ABOUT THIS EXERCISE> Find all lines in the records that include the word "spatial", and copy them out.

Start of EXTRACTED INFORMATION

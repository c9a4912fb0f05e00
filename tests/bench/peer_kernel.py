#!/usr/bin/python3
"""Peer timings for bench_kernel_geometric: the same measures computed the usual way with
NumPy/SciPy (Debian python3-numpy, python3-scipy), on the same kind of data (seeded Gaussian
blobs, B shifted by 0.5 in x, equal weights), at sizes the brute force can hold in memory.

  MMD (V-statistic, sigma = 1) and energy distance: full distance matrices from
  scipy.spatial.distance.cdist, then NumPy sums (O(n^2) memory: 3 matrices of n^2 doubles).
  Chamfer and Hausdorff: scipy.spatial.cKDTree queries on all cores (workers=-1);
  Hausdorff also with scipy.spatial.distance.directed_hausdorff.

Run: /usr/bin/python3 tests/bench/peer_kernel.py   (prints a Markdown table; best of 3)
"""
import time

import numpy as np
from scipy.spatial import cKDTree
from scipy.spatial.distance import cdist, directed_hausdorff


def blobs(n, seed=1):
    rng = np.random.default_rng(seed)
    a = rng.standard_normal((n, 2))
    b = rng.standard_normal((n, 2))
    b[:, 0] += 0.5
    return a, b


def mmd_v(x, y, sigma=1.0):
    g = 1.0 / (2 * sigma * sigma)
    kxx = np.exp(-g * cdist(x, x, "sqeuclidean")).mean()
    kyy = np.exp(-g * cdist(y, y, "sqeuclidean")).mean()
    kxy = np.exp(-g * cdist(x, y, "sqeuclidean")).mean()
    return np.sqrt(max(kxx + kyy - 2 * kxy, 0.0))


def energy(x, y):
    e = 2 * cdist(x, y).mean() - cdist(x, x).mean() - cdist(y, y).mean()
    return np.sqrt(max(e, 0.0))


def chamfer(x, y):
    dx, _ = cKDTree(y).query(x, workers=-1)
    dy, _ = cKDTree(x).query(y, workers=-1)
    return dx.mean() + dy.mean()


def hausdorff_tree(x, y):
    dx, _ = cKDTree(y).query(x, workers=-1)
    dy, _ = cKDTree(x).query(y, workers=-1)
    return max(dx.max(), dy.max())


def hausdorff_scipy(x, y):
    return max(directed_hausdorff(x, y)[0], directed_hausdorff(y, x)[0])


def best_of(f, *args, repeat=3):
    best, value = float("inf"), None
    for _ in range(repeat):
        t0 = time.perf_counter()
        value = f(*args)
        best = min(best, time.perf_counter() - t0)
    return best, value


def main():
    rows = []
    for name, f, sizes in [
        ("mmd (cdist + numpy)", mmd_v, [2000, 5000, 10000]),
        ("energy (cdist + numpy)", energy, [2000, 5000, 10000]),
        ("chamfer (cKDTree, workers=-1)", chamfer, [10000, 100000]),
        ("hausdorff (cKDTree, workers=-1)", hausdorff_tree, [10000, 100000]),
        ("hausdorff (directed_hausdorff)", hausdorff_scipy, [10000, 100000]),
    ]:
        for n in sizes:
            x, y = blobs(n)
            t, v = best_of(f, x, y, repeat=1 if n >= 10000 and "cdist" in name else 3)
            rows.append((name, n, t, v))
    print("| peer | n = m | seconds | value |")
    print("|---|---|---|---|")
    for name, n, t, v in rows:
        print(f"| {name} | {n} | {t:.3f} | {v:.6g} |")


if __name__ == "__main__":
    main()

End of EXTRACTED INFORMATION

EXERCISE RESPONSE>
  scipy.spatial.distance.cdist, then NumPy sums (O(n^2) memory: 3 matrices of n^2 doubles).
  Chamfer and Hausdorff: scipy.spatial.cKDTree queries on all cores (workers=-1);
  Hausdorff also with scipy.spatial.distance.directed_hausdorff.
from scipy.spatial import cKDTree
from scipy.spatial.distance import cdist, directed_hausdorff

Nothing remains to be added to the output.